Any option you pick right now is fine, you can always change and update your code later.

Once you have picked how you plan to handle the schema, you can try running your code. You may notice however your code never gets past the first entry.

This happens because in our request we don’t specify the how long we should wait before determining that the server is unavailable – this can be affected by a number of things, such as network speed, the server actually being unavailable to serve content because it is down, doesn’t exist or some other reason.
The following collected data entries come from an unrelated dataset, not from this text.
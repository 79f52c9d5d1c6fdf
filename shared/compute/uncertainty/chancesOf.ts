import { ComputeError } from '@/shared/compute/errors'
import type { MassGroup } from './massGroup.types'

/**
 * Chances of the buildings of a group to be part of the figure, when their life is z standard errors off.
 *
 * @param z standard errors of the life [–]
 * @returns chances [–], null where the group is counted whole
 * @throws {ComputeError} `length-mismatch`, `share-out-of-range`
 * @example
 * chancesOf({ factors: [], areasM2: [100], areaCv: 0, comingDown: [0.2] }, 0) // => [0.2]
 */
export function chancesOf({ areasM2, comingDown }: MassGroup, z: number): ArrayLike<number> | null {
  if (comingDown === undefined) return null
  const chances = 'chancesAt' in comingDown ? comingDown.chancesAt(z) : comingDown
  if (chances.length !== areasM2.length)
    throw new ComputeError('length-mismatch', { areas: areasM2.length, chances: chances.length })
  for (let i = 0; i < chances.length; i++) {
    const chance = chances[i]!
    if (!(chance >= 0 && chance <= 1)) throw new ComputeError('share-out-of-range', { chance })
  }
  return chances
}
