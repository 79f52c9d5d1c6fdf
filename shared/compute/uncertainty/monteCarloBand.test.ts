import { describe, expect, it } from 'vitest'
import { comingDownDraw } from './comingDownDraw'
import { groupMoments } from './groupMoments'
import { lognormalBand } from './lognormalBand'
import { lognormalFromMean } from './lognormalFromMean'
import type { MassGroup } from './massGroup.types'
import { monteCarloBand } from './monteCarloBand'
import { seededRandom } from './seededRandom'
import { varianceByCause } from './varianceByCause'

const TRIALS = 20_000

/** Fifty groups of a hundred buildings, five sets of eight factors, four lives. */
function largeDistrict(kind: 'stock' | 'flow', leastChance = 0.02, span = 0.2): MassGroup[] {
  const random = seededRandom(11)
  return Array.from({ length: 50 }, (_, g): MassGroup => {
    const areasM2 = Float64Array.from({ length: 100 }, () => 80 + 900 * random.uniform() ** 2)
    const chances = Float64Array.from({ length: 100 }, () => leastChance + span * random.uniform())
    const chancesAt = (z: number) => chances.map((chance) => Math.min(1, chance * Math.exp(-0.3 * z)))
    const factors = Array.from({ length: 8 }, (_unused, material) => ({
      factorId: `${g % 5}/${material}`,
      meanKgPerM2: 50 + 40 * material,
      sharedCv: 0.25,
    }))
    const group = { factors, areasM2, areaCv: 0.15, betweenBuildingsCv: 0.3 }
    return kind === 'stock' ? group : { ...group, comingDown: { lifeId: `life ${g % 4}`, chancesAt } }
  })
}

const within = (got: number, expected: number, rel: number) => Math.abs(got - expected) <= rel * Math.abs(expected)

describe('monteCarloBand', () => {
  it.each(['stock', 'flow'] as const)('agrees with the analytic band of a %s within 2 %%', (kind) => {
    const groups = largeDistrict(kind)
    const analytic = varianceByCause(groups)
    const band = lognormalBand(lognormalFromMean(analytic.meanKg, analytic.cv))
    const drawn = monteCarloBand(groups, TRIALS, 1)

    expect(within(drawn.meanKg, analytic.meanKg, 0.01)).toBe(true)
    expect(within(drawn.sdKg, analytic.sdKg, 0.02)).toBe(true)
    expect(within(drawn.p10Kg, band.p10, 0.02)).toBe(true)
    expect(within(drawn.p50Kg, band.p50, 0.02)).toBe(true)
    expect(within(drawn.p90Kg, band.p90, 0.02)).toBe(true)
  })

  it('draws 20 000 trials of 5 000 buildings in little time', () => {
    for (const [kind, leastChance, span] of [
      ['stock', 0, 0],
      ['flow', 0.005, 0.01],
      ['flow', 0.1, 0.4],
    ] as const) {
      const groups = largeDistrict(kind, leastChance, span)
      const before = process.cpuUsage()
      monteCarloBand(groups, TRIALS, 1)
      const { user, system } = process.cpuUsage(before)
      console.info(
        `20 000 trials of 5 000 buildings, ${kind} from ${leastChance}: ${((user + system) / 1e6).toFixed(2)} s`,
      )

      // the aim is 2 s; the bound leaves room for a machine that does other things as well
      expect((user + system) / 1e6).toBeLessThan(6)
    }
  })

  it('gives the same band for the same seed, another for the next, and percentiles in order', () => {
    const groups = largeDistrict('stock')
    const [one, again, other] = [5, 5, 6].map((seed) => monteCarloBand(groups, 2000, seed))

    expect(one).toEqual(again)
    expect(other!.p50Kg).not.toBe(one!.p50Kg)
    expect(one!.p10Kg).toBeLessThanOrEqual(one!.p50Kg)
    expect(one!.p50Kg).toBeLessThanOrEqual(one!.p90Kg)
  })

  it('doubles with the areas to the last digit', () => {
    const groups = largeDistrict('flow').slice(0, 4)
    const doubled = groups.map((group) => ({ ...group, areasM2: Float64Array.from(group.areasM2, (a) => 2 * a) }))

    expect(monteCarloBand(doubled, 2000, 9).p90Kg).toBeCloseTo(2 * monteCarloBand(groups, 2000, 9).p90Kg, 6)
  })

  it('keeps a shared factor shared: two halves of a district are as doubtful as the whole', () => {
    const [first] = largeDistrict('stock')
    const certain = { ...first!, areaCv: 0, betweenBuildingsCv: 0 }
    const half = { ...certain, areasM2: Float64Array.from(certain.areasM2, (a) => a / 2) }
    const [whole, halves] = [[certain], [half, half]].map((groups) => monteCarloBand(groups, 2000, 3))

    expect(halves!.sdKg).toBeCloseTo(whole!.sdKg, 3)
  })

  it('refuses less than two trials and what the analytic way refuses', () => {
    const group: MassGroup = { factors: [], areasM2: [1], areaCv: 0, comingDown: [2] }

    expect(() => monteCarloBand([], 1, 1)).toThrow('parameter-out-of-range')
    expect(() => monteCarloBand([group], 10, 1)).toThrow('share-out-of-range')
    expect(() => monteCarloBand([{ ...group, areasM2: [-1] }], 10, 1)).toThrow('negative-area')
  })
})

describe('comingDownDraw', () => {
  /** Every building by itself, errors and all: what the draws stand for. */
  function drawnOneByOne({ areasM2 }: MassGroup, chances: readonly number[], logSd: number, trials: number) {
    const random = seededRandom(99)
    return Float64Array.from({ length: trials }, () => {
      let area = 0
      for (let i = 0; i < areasM2.length; i++)
        if (random.uniform() < chances[i]!) area += areasM2[i]! * Math.exp(logSd * random.normal() - logSd ** 2 / 2)
      return area
    }).sort()
  }

  it.each([
    ['a few buildings of middling chances', 6, 0.3, 0.2],
    ['many buildings of small chances', 200, 0.01, 0.005],
    ['many buildings of middling chances', 150, 0.25, 0.1],
  ])('has the distribution of buildings drawn one by one: %s', (_name, count, chance, spread) => {
    const shape = seededRandom(count)
    const areasM2 = Array.from({ length: count }, () => 80 + 900 * shape.uniform() ** 2)
    const chances = areasM2.map(() => chance + spread * (shape.uniform() - 0.5))
    const group: MassGroup = { factors: [], areasM2, areaCv: 0.2, comingDown: chances }
    const draw = comingDownDraw(group)
    const random = seededRandom(4)

    const drawn = Float64Array.from({ length: 60_000 }, () => draw(0, random)).sort()
    const expected = drawnOneByOne(group, chances, Math.sqrt(Math.log1p(0.04)), 60_000)
    const { meanM2, sdM2 } = groupMoments(group, chances)

    expect(Math.abs(drawn.reduce((all, m2) => all + m2, 0) / drawn.length - meanM2)).toBeLessThan(sdM2 / 50)
    for (const place of [0.1, 0.25, 0.5, 0.75, 0.9].map((p) => Math.floor(p * drawn.length)))
      expect(Math.abs(drawn[place]! - expected[place]!)).toBeLessThan(0.04 * sdM2)
  })

  it('draws nothing where nothing comes down, and all where all does', () => {
    const group: MassGroup = { factors: [], areasM2: [100, 60], areaCv: 0 }
    const random = seededRandom(1)

    expect(comingDownDraw({ ...group, comingDown: [0, 0] })(0, random)).toBe(0)
    expect(comingDownDraw({ ...group, comingDown: [1, 1] })(0, random)).toBe(160)
  })
})
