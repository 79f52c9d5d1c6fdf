import { ComputeError } from '@/shared/compute/errors'

/**
 * Coefficient of variation of a product of independent quantities: exactly 1 + CV² = Π(1 + CV_i²), and to first
 * order CV² = ΣCV_i², which is good below about 0.2 only.
 *
 * @param cvs coefficients of variation [–], each ≥ 0; of none the product is certain
 * @returns exact ≥ firstOrder
 * @throws {ComputeError} `parameter-out-of-range`
 * @see Goodman, L. A. (1960). Journal of the American Statistical Association 55, 708–713.
 * @example
 * productCv([0.3]).exact // => 0.3
 */
export function productCv(cvs: readonly number[]): { exact: number; firstOrder: number } {
  let log = 0
  let squares = 0
  for (const cv of cvs) {
    if (!(cv >= 0 && cv < Infinity)) throw new ComputeError('parameter-out-of-range', { cv })
    log += Math.log1p(cv * cv)
    squares += cv * cv
  }
  return { exact: Math.sqrt(Math.expm1(log)), firstOrder: Math.sqrt(squares) }
}
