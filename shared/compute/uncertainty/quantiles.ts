import betaincinv from '@stdlib/math-base-special-betaincinv'
import erfinv from '@stdlib/math-base-special-erfinv'
import gammaincinv from '@stdlib/math-base-special-gammaincinv'
import { ComputeError } from '@/shared/compute/errors'

/**
 * Quantile of the standard normal distribution, z = √2·erf⁻¹(2p − 1).
 *
 * @param probability p, in (0, 1)
 * @throws {ComputeError} `share-out-of-range`
 * @see Abramowitz & Stegun (1964), §26.2.
 * @example
 * normalQuantile(0.975) // => 1.959963984540054
 */
export function normalQuantile(probability: number): number {
  requireProbability(probability)
  return Math.SQRT2 * erfinv(2 * probability - 1)
}

/**
 * Quantile of Student's t distribution, by the inverse of the regularised incomplete beta function.
 *
 * @param probability p, in (0, 1)
 * @param degreesOfFreedom ν, > 0
 * @throws {ComputeError} `share-out-of-range`, `parameter-not-positive`
 * @see Abramowitz & Stegun (1964), eq. 26.5.27 and 26.7.
 * @example
 * studentQuantile(0.975, 10) // => 2.2281388519649385
 */
export function studentQuantile(probability: number, degreesOfFreedom: number): number {
  requireProbability(probability)
  if (!(degreesOfFreedom > 0)) throw new ComputeError('parameter-not-positive', { degreesOfFreedom })
  const tail = Math.min(probability, 1 - probability)
  if (tail === 0.5) return 0
  const x = betaincinv(2 * tail, degreesOfFreedom / 2, 0.5)
  return Math.sign(probability - 0.5) * Math.sqrt(degreesOfFreedom * (1 / x - 1))
}

/**
 * Quantile of the chi-square distribution, 2·P⁻¹(p; ν/2).
 *
 * @param probability p, in (0, 1)
 * @param degreesOfFreedom ν, > 0
 * @throws {ComputeError} `share-out-of-range`, `parameter-not-positive`
 * @see Abramowitz & Stegun (1964), §26.4.
 * @example
 * chiSquareQuantile(0.95, 2) // => 5.991464547107979
 */
export function chiSquareQuantile(probability: number, degreesOfFreedom: number): number {
  requireProbability(probability)
  if (!(degreesOfFreedom > 0)) throw new ComputeError('parameter-not-positive', { degreesOfFreedom })
  return 2 * gammaincinv(probability, degreesOfFreedom / 2)
}

function requireProbability(probability: number): void {
  if (!(probability > 0 && probability < 1)) throw new ComputeError('share-out-of-range', { probability })
}
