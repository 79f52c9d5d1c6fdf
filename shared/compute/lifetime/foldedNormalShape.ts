import erf from '@stdlib/math-base-special-erf'

const ROOT_2_OVER_PI = Math.sqrt(2 / Math.PI)
/** From here on nothing is folded over that a double could hold. */
const NOTHING_FOLDED = 38

/**
 * Mean and sd of a folded normal law, in units of the sd of the whole law,
 *
 *     mean = √(2/π) e^(−α²/2) + α erf(α/√2),   var = 1 + α² − mean².
 *
 * @param alpha α = |μ|/σ of the whole law [–], ≥ 0
 * @returns mean and sd [–]; sd/mean is largest at α = 0, √(π/2 − 1) = 0.7555
 * @see Leone, F. C., Nelson, L. S. & Nottingham, R. B. (1961). The folded normal distribution. Technometrics 3, 543–550.
 * @example
 * foldedNormalShape(0).sd // => 0.6028102749890869
 */
export function foldedNormalShape(alpha: number): { readonly mean: number; readonly sd: number } {
  if (alpha > NOTHING_FOLDED) return { mean: alpha, sd: 1 }
  const mean = ROOT_2_OVER_PI * Math.exp(-0.5 * alpha * alpha) + alpha * erf(alpha * Math.SQRT1_2)
  return { mean, sd: Math.sqrt(1 + (alpha - mean) * (alpha + mean)) }
}
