import { ComputeError } from '@/shared/compute/errors'
import gammaln from '@stdlib/math-base-special-gammaln'
import { bracketedRoot } from './bracketedRoot'
import { foldedNormalShape } from './foldedNormalShape'
import type { Lifetime, LifetimeModel } from './lifetime.types'
import { requirePositive } from './requirePositive'
import { truncatedLogisticShape } from './truncatedLogisticShape'
import { truncatedNormalShape } from './truncatedNormalShape'
import { weibullLogMomentRatio } from './weibullLogMomentRatio'

const [SMALLEST_WEIBULL_SHAPE, LARGEST_WEIBULL_SHAPE] = [0.15, 1e4]
/** Truncated laws whose parent lies further below 0 than this are exponential to all purposes. */
const LOWEST_PARENT = -700
const SAME_CV = 1e-6

/**
 * The lifetime of a model that has this mean and standard deviation (method of moments). The two figures describe
 * the lifetime itself, not the parent of a truncated or folded law.
 *
 * @param meanYears mean m [yr], > 0
 * @param sdYears sd s [yr], > 0; 0 for a fixed lifetime; equal to the mean for an exponential one
 * @throws {ComputeError} `parameter-not-positive`; `parameter-out-of-range` when no lifetime of the model has this CV = s/m:
 *   truncated laws reach CV < 1, the folded normal CV ≤ 0.7555, Weibull CV from 1.3e-4 to 110, log-logistic any
 * @remarks mean and sd of the result agree with those asked for to 1e-9
 * @see Johnson, N. L., Kotz, S. & Balakrishnan, N. (1994, 1995). Continuous Univariate Distributions, vols 1–2.
 * @example
 * lifetimeFromMeanSd('gamma', 70, 35) // => { model: 'gamma', shape: 4, scaleYears: 17.5 }
 * lifetimeFromMeanSd('fixed', 60, 0) // => { model: 'fixed', lifetimeYears: 60 }
 */
export function lifetimeFromMeanSd(model: LifetimeModel, meanYears: number, sdYears: number): Lifetime {
  requirePositive({ meanYears })
  if (model === 'fixed') return fixedOf(meanYears, sdYears)
  requirePositive({ sdYears })
  const cv = sdYears / meanYears
  const logRatio = Math.log1p(cv * cv)
  switch (model) {
    case 'exponential':
      if (!(Math.abs(cv - 1) <= SAME_CV)) throw outOfRange(model, meanYears, sdYears)
      return { model, meanYears }
    case 'normal':
      return { model, meanYears, sdYears }
    case 'lognormal':
      return { model, logMean: Math.log(meanYears) - logRatio / 2, logSd: Math.sqrt(logRatio) }
    case 'gamma':
      return { model, shape: 1 / cv ** 2, scaleYears: cv * sdYears }
    case 'logistic':
      return { model, locationYears: meanYears, scaleYears: (sdYears * Math.sqrt(3)) / Math.PI }
    case 'weibull':
      return weibullOf(meanYears, sdYears, logRatio)
    case 'logLogistic':
      return logLogisticOf(meanYears, cv)
    case 'truncatedNormal':
    case 'foldedNormal': {
      const { location, scale } = parentOf(model, meanYears, sdYears)
      return { model, parentMeanYears: location, parentSdYears: scale }
    }
    case 'truncatedLogistic': {
      const { location, scale } = parentOf(model, meanYears, sdYears)
      return { model, locationYears: location, scaleYears: scale }
    }
  }
}

function fixedOf(meanYears: number, sdYears: number): Lifetime {
  if (sdYears !== 0) throw outOfRange('fixed', meanYears, sdYears)
  return { model: 'fixed', lifetimeYears: meanYears }
}

function weibullOf(meanYears: number, sdYears: number, logRatio: number): Lifetime {
  const excess = (logShape: number) => weibullLogMomentRatio(Math.exp(logShape)) - logRatio
  const [low, high] = [Math.log(SMALLEST_WEIBULL_SHAPE), Math.log(LARGEST_WEIBULL_SHAPE)]
  if (!(excess(low) >= 0 && excess(high) <= 0)) throw outOfRange('weibull', meanYears, sdYears)
  const shape = Math.exp(bracketedRoot(excess, low, high))
  return { model: 'weibull', shape, scaleYears: meanYears / Math.exp(gammaln(1 + 1 / shape)) }
}

/** tan(x)/x = 1 + CV² with x = π/β. */
function logLogisticOf(meanYears: number, cv: number): Lifetime {
  // tan x − x by its series where the difference would lose digits
  const excess = (x: number) =>
    (x < 0.02 ? x ** 2 / 3 + (2 * x ** 4) / 15 + (17 * x ** 6) / 315 : Math.tan(x) / x - 1) - cv * cv
  const x = bracketedRoot(excess, 0, Math.PI / 2)
  return { model: 'logLogistic', shape: Math.PI / x, scaleYears: (meanYears * Math.sin(x)) / x }
}

/** Location over scale z of the parent from sd/mean of the cut or folded law, then the scale from the mean. */
function parentOf(
  model: 'truncatedNormal' | 'foldedNormal' | 'truncatedLogistic',
  meanYears: number,
  sdYears: number,
): { location: number; scale: number } {
  const shapeOf = {
    truncatedNormal: truncatedNormalShape,
    foldedNormal: foldedNormalShape,
    truncatedLogistic: truncatedLogisticShape,
  }[model]
  const excess = (z: number) => {
    const { mean, sd } = shapeOf(z)
    return sd / mean - sdYears / meanYears
  }
  const low = { truncatedNormal: LOWEST_PARENT, foldedNormal: 0, truncatedLogistic: -30 }[model]
  const high = (4 * meanYears) / sdYears + 4
  if (!(excess(low) >= 0 && excess(high) <= 0)) throw outOfRange(model, meanYears, sdYears)
  const z = bracketedRoot(excess, low, high)
  const scale = meanYears / shapeOf(z).mean
  return { location: z * scale, scale }
}

function outOfRange(model: LifetimeModel, meanYears: number, sdYears: number): ComputeError {
  return new ComputeError('parameter-out-of-range', { model, meanYears, sdYears })
}
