import type { Lifetime } from './lifetime.types'
import { requirePositive } from './requirePositive'

/**
 * The same model on a longer or shorter clock: S′(a) = S(a/f), so mean, sd and median are multiplied by f and
 * the coefficient of variation stays.
 *
 * @param stretch f [–], > 0; 1.1 lengthens the life by a tenth
 * @throws {ComputeError} `parameter-not-positive`
 * @see Cox, D. R. & Oakes, D. (1984). Analysis of Survival Data, §5.2 (accelerated life).
 * @example
 * scaleLifetime({ model: 'weibull', shape: 3, scaleYears: 60 }, 1.5) // => { model: 'weibull', shape: 3, scaleYears: 90 }
 */
export function scaleLifetime(lifetime: Lifetime, stretch: number): Lifetime {
  requirePositive({ stretch })
  switch (lifetime.model) {
    case 'fixed':
      return { ...lifetime, lifetimeYears: lifetime.lifetimeYears * stretch }
    case 'exponential':
      return { ...lifetime, meanYears: lifetime.meanYears * stretch }
    case 'normal':
      return { ...lifetime, meanYears: lifetime.meanYears * stretch, sdYears: lifetime.sdYears * stretch }
    case 'truncatedNormal':
    case 'foldedNormal':
      return {
        ...lifetime,
        parentMeanYears: lifetime.parentMeanYears * stretch,
        parentSdYears: lifetime.parentSdYears * stretch,
      }
    case 'lognormal':
      return { ...lifetime, logMean: lifetime.logMean + Math.log(stretch) }
    case 'weibull':
    case 'gamma':
    case 'logLogistic':
      return { ...lifetime, scaleYears: lifetime.scaleYears * stretch }
    case 'logistic':
    case 'truncatedLogistic':
      return {
        ...lifetime,
        locationYears: lifetime.locationYears * stretch,
        scaleYears: lifetime.scaleYears * stretch,
      }
  }
}
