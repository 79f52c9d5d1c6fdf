import { describe, expect, it } from 'vitest'
import type { RunBuilding } from '@/shared/schemas/run'
import { buildingMeasure } from './buildingMeasure'
import { legendSteps } from './legendSteps'

const building: RunBuilding = {
  buildingId: '0191c0de-0000-7000-8000-000000000001',
  outlineId: '0191c0de-0000-7000-8000-000000000002',
  blockId: null,
  label: 'Tar Lane 12',
  use: 'terraced',
  structure: 'masonry-timber-floors',
  yearFrom: 1900,
  yearTo: 1918,
  footprintM2: 100,
  grossFloorAreaM2: 200,
  floorAreaCv: 0.1,
  massKg: 250_000,
  massByMaterialKg: { 'masonry-units': 200_000 },
  chanceTenYears: 0.1,
  chanceThirtyYears: 0.3,
}

describe('buildingMeasure', () => {
  it('spreads the mass over the footprint in tonnes per square metre', () => {
    expect(buildingMeasure(building, 'perFootprint', 'all')).toBe(2.5)
  })

  it('expects the mass times the chance', () => {
    expect(buildingMeasure(building, 'expectedTenYears', 'masonry-units')).toBe(20_000)
  })

  it('does not take a missing factor for nought', () => {
    expect(buildingMeasure(building, 'standing', 'copper')).toBeNull()
  })
})

describe('legendSteps', () => {
  it('counts each value once, one on a limit in the step above', () => {
    expect(legendSteps([1, 2, 3, 4, 4], [2, 4])).toEqual([
      { low: 1, high: 2, count: 1 },
      { low: 2, high: 4, count: 2 },
      { low: 4, high: 4, count: 2 },
    ])
  })

  it('has no steps without values', () => {
    expect(legendSteps([], [])).toEqual([])
  })
})
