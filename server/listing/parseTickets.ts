import Papa from 'papaparse'
import { unusable } from '@/server/errors'
import { ComputeError } from '@/shared/compute/errors'
import { wasteCodeEntry } from '@/shared/compute/waste/wasteCodeEntry'
import type { Fault } from '@/shared/schemas/problem'
import { calendarDay } from '@/shared/schemas/primitives'

/** One weighed load. */
export interface Ticket {
  readonly weighedOn: string
  readonly code: string
  readonly massKg: number
}

const COLUMNS = ['date', 'waste_code', 'mass_t'] as const
const KG_PER_T = 1_000
const HEAVIEST_LOAD_T = 60
const MOST_FAULTS = 50

/**
 * Reads weighbridge tickets from a CSV with the columns `date`, `waste_code` and `mass_t`; commas or semicolons.
 *
 * @returns one ticket a row, masses in kg
 * @throws {Refusal} `input-not-usable` with every fault by its row, when one row is not usable: nothing is taken then
 */
export function parseTickets(csv: string): Ticket[] {
  const { data, meta } = Papa.parse<Record<string, string>>(csv.replace(/^\uFEFF/, ''), {
    header: true,
    skipEmptyLines: 'greedy',
    transformHeader: (head) => head.trim().toLowerCase(),
    transform: (cell) => cell.trim(),
  })
  const missing = COLUMNS.filter((column) => !(meta.fields ?? []).includes(column))
  if (missing.length > 0) {
    throw refused([
      {
        pointer: '/body/csv',
        code: 'column-missing',
        detail: `The first row must name ${COLUMNS.join(', ')}; it lacks ${missing.join(', ')}.`,
      },
    ])
  }
  if (data.length === 0) {
    throw refused([{ pointer: '/body/csv', code: 'empty', detail: 'There is no row under the first one.' }])
  }
  const faults: Fault[] = []
  const tickets = data.flatMap((row, index) => {
    // the head is row 1 of the file
    const found = faultsOf(row, index + 2)
    faults.push(...found)
    return found.length > 0 ? [] : [ticketOf(row)]
  })
  if (faults.length > 0) throw refused(faults.slice(0, MOST_FAULTS))
  return tickets
}

function ticketOf(row: Record<string, string>): Ticket {
  const { code } = wasteCodeEntry(row.waste_code ?? '')
  return { weighedOn: row.date ?? '', code, massKg: numberOf(row.mass_t) * KG_PER_T }
}

function faultsOf(row: Record<string, string>, line: number): Fault[] {
  const massT = numberOf(row.mass_t)
  const checks: [boolean, (typeof COLUMNS)[number], string][] = [
    [calendarDay.safeParse(row.date).success, 'date', `"${row.date ?? ''}" is no day; write 2026-11-30.`],
    [isCode(row.waste_code), 'waste_code', `"${row.waste_code ?? ''}" is no code of chapter 17; write 17 01 02.`],
    [
      massT > 0 && massT <= HEAVIEST_LOAD_T,
      'mass_t',
      `"${row.mass_t ?? ''}" is no load in tonnes from 0 to ${HEAVIEST_LOAD_T}.`,
    ],
  ]
  return checks.flatMap(([isFine, column, detail]) =>
    isFine
      ? []
      : [{ pointer: `/body/csv/${line}/${column}`, code: 'cell-not-usable', detail: `Row ${line}: ${detail}` }],
  )
}

function isCode(text: string | undefined): boolean {
  try {
    wasteCodeEntry(text ?? '')
    return true
  } catch (error) {
    if (error instanceof ComputeError) return false
    throw error
  }
}

/** A decimal point or a decimal comma, no separators of thousands. */
function numberOf(text: string | undefined): number {
  return /^\d+([.,]\d+)?$/.test(text ?? '') ? Number((text ?? '').replace(',', '.')) : Number.NaN
}

const refused = (faults: Fault[]) =>
  unusable(
    'The tickets could not be read; nothing was taken and what you gave before stands. Mend the rows named and give the file again.',
    faults,
  )
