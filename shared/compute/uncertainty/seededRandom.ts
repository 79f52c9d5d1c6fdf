import { ComputeError } from '@/shared/compute/errors'

/** Numbers from a seed: the same seed gives the same numbers on every machine. */
export interface SeededRandom {
  /** In [0, 1), a multiple of 2⁻³². */
  uniform(): number
  /** Standard normal. */
  normal(): number
}

/** Words beside a seed of one number: the first digits of π and e. */
const SECOND_WORD = 0x243f6a88
const THIRD_WORD = 0xb7e15162
const WARM_UP_ROUNDS = 15

/**
 * Small fast counting generator sfc32 with 128 bits of state, with normal draws by the polar method. Not for secrets.
 *
 * @param seed whole number from 0 to 2³² − 1, or the three words of the published seeding
 * @throws {ComputeError} `parameter-out-of-range` for any other number
 * @remarks period at least 2³², on average 2¹²⁷; checked against the first 40 numbers of PractRand 0.94
 * @see Doty-Humphrey, C. (2014). PractRand 0.94, RNGs::Raw::sfc32; Marsaglia, G. & Bray, T. A. (1964). A convenient
 *   method for generating normal variables. SIAM Review 6, 260–264.
 * @example
 * seededRandom([0xbb3c4104, 0x02294965, 0xda1ce2a9]).uniform() * 2 ** 32 // => 0x89b5c414
 * seededRandom(7).normal() === seededRandom(7).normal() // => true
 */
export function seededRandom(seed: number | readonly [number, number, number]): SeededRandom {
  let [a, b, c] = typeof seed === 'number' ? [seed, SECOND_WORD, THIRD_WORD] : seed
  if (![a, b, c].every((word) => Number.isInteger(word) && word >= 0 && word < 2 ** 32))
    throw new ComputeError('parameter-out-of-range', { seed })
  let counter = 1
  let spare: number | null = null
  const uniform = (): number => {
    const mixed = (a + b + counter) | 0
    counter = (counter + 1) | 0
    a = b ^ (b >>> 9)
    b = (c + (c << 3)) | 0
    c = (((c << 21) | (c >>> 11)) + mixed) | 0
    return (mixed >>> 0) / 4_294_967_296
  }
  for (let round = 0; round < WARM_UP_ROUNDS; round++) uniform()
  const normal = (): number => {
    if (spare !== null) {
      const kept = spare
      spare = null
      return kept
    }
    for (;;) {
      const x = 2 * uniform() - 1
      const y = 2 * uniform() - 1
      const square = x * x + y * y
      if (square === 0 || square >= 1) continue
      const scale = Math.sqrt((-2 * Math.log(square)) / square)
      spare = y * scale
      return x * scale
    }
  }
  return { uniform, normal }
}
Creating too many open connections and never closing them can also be problematic for servers, and can cause a DoS often referred to as a Slowloris.

So how can we fix it?

Requests is handy that way and have an optional timeout argument that can be specified. Again, how we provide this can be done in a number of ways:

Hard code the number of seconds to wait before we timeout. (Faster)
Add an option that can be specified so the user can account for slow network connections or servers that may take longer to respond. (More flexible)

So now we have the timeout problem fixed! However, something lurks deeper. After running it again, you will notice your application throwing a requests.exceptions.ConnectTimeout this is how the Requests library handles a connection time out, this is because depending on what you are doing a connection timeout may mean your application cannot run so you will need to handle this yourself.

If you recall Python’s motto is “Ask for forgiveness, not permission” which is what we are doing here, we are attempting to connect to a server without knowing if the server is up or even available.

The syntax for exception handling is:

try:
    with open(my_file) as new_file:
        lines = new_file.readlines()
except FileNotFoundError:
    sys.exit(2)

Run the application again and ensure all exceptions are handled and the output is as expected.

Once everything is working as expected you are done you have the simplest form of a subdomain brute forcer. Depending on the time available and how much you want to develop your tool there are a number of improvements you can make:

Directly querying DNS and checking for records
Querying SSL/TLS certificates for the domains the certificate covers
Using search engines or public resources to query for subdomains, some good sources include:
- Google
- Bing
- Yahoo
- Baidu: a Chinese search engine
- Virus Total: provides extensive information in addition to observed subdomains, which is a list of all subdomains it knows about.
- DNS Dumpster: a free domain research tool that can discover hosts related to a domain
- Censys.io: a security based search engine, the free tier provides 250 queries per month
- SearchDNS: allows you to query subdomains gives a domain name
- Shodan: an infrastructure based spider with an associated information caching database

While many of these are created for the purpose of subdomain enumeration, others such as Google Bing, Yahoo and Baidu index subdomains because that is part of their job.

Keep in mind these techniques will provide more accurate results, they can be much more involved to implement.